Miles si mordicchiò l’interno dell’indice. «Oh.» Già, oh… ma non si sarebbe lasciato prendere dal panico. «In questo caso, signore, posso chiederle di mettersi in contatto con il QG del Settore il più presto possibile?»

«Mi creda, tenente, considero il suo trasferimento ad un altro ufficiale comandante una priorità assoluta.» Si alzò. «Vi prego di scusarmi. Attenda qui.» E uscì dall’ufficio scuotendo la testa.
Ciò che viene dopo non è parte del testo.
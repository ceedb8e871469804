// The colourwork chart model shared by every part of the core.
// Coordinates are zero-based: x from the left, y from the bottom. What a person sees follows the
// trade instead: rows numbered from the bottom, stitches numbered from the right (see toTrade).

export const MAX_PALETTE = 16;
export const MAX_WIDTH = 400;
export const MAX_HEIGHT = 400;

export interface Gauge {
  /** stitches per 10 cm, measured over stockinette */
  stitchesPer10cm: number;
  /** rows (rounds) per 10 cm */
  rowsPer10cm: number;
}

export interface PaletteColour {
  /** one printable character used in the exchange format */
  key: string;
  name: string;
  /** #RRGGBB */
  hex: string;
}

export interface Chart {
  width: number;
  height: number;
  gauge: Gauge;
  palette: PaletteColour[];
  /** palette index per cell, row-major from the bottom row: cells[y * width + x] */
  cells: Uint8Array;
}

export interface TradePosition {
  /** row from the bottom, from 1 */
  row: number;
  /** stitch from the right, from 1 */
  stitch: number;
}

export function createChart(
  width: number,
  height: number,
  gauge: Gauge,
  palette: PaletteColour[],
  fill = 0,
): Chart {
  const cells = new Uint8Array(width * height);
  if (fill !== 0) cells.fill(fill);
  return { width, height, gauge, palette: palette.map((p) => ({ ...p })), cells };
}

export function cellAt(chart: Pick<Chart, "width" | "cells">, x: number, y: number): number {
  return chart.cells[y * chart.width + x];
}

export function inBounds(chart: Pick<Chart, "width" | "height">, x: number, y: number): boolean {
  return x >= 0 && y >= 0 && x < chart.width && y < chart.height;
}

export function toTrade(chart: Pick<Chart, "width">, x: number, y: number): TradePosition {
  return { row: y + 1, stitch: chart.width - x };
}

export function fromTrade(chart: Pick<Chart, "width">, pos: TradePosition): { x: number; y: number } {
  return { x: chart.width - pos.stitch, y: pos.row - 1 };
}

/** Stitch width and row height in cm at the chart's gauge. */
export function stitchSizeCm(gauge: Gauge): { w: number; h: number } {
  return { w: 10 / gauge.stitchesPer10cm, h: 10 / gauge.rowsPer10cm };
}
«Che diavolo è questa faccenda?» sbottò Elli. «Ero sicura che avresti cercato di fare a pezzettini quel tizio, capitano o non capitano, e invece di colpo ti fermi. Che cosa c’è di tanto magico nell’essere komarrano, e dove si comprano?»

«Di magico niente, assolutamente niente. Ma molto importante, questo sì.»

«Più importante che essere un Lord Vor?»

«Per strano che possa sembrare, in questo momento sì, in un certo senso. Tu sai che il pianeta Komarr è stata la prima conquista imperiale interstellare di Barrayar, no?»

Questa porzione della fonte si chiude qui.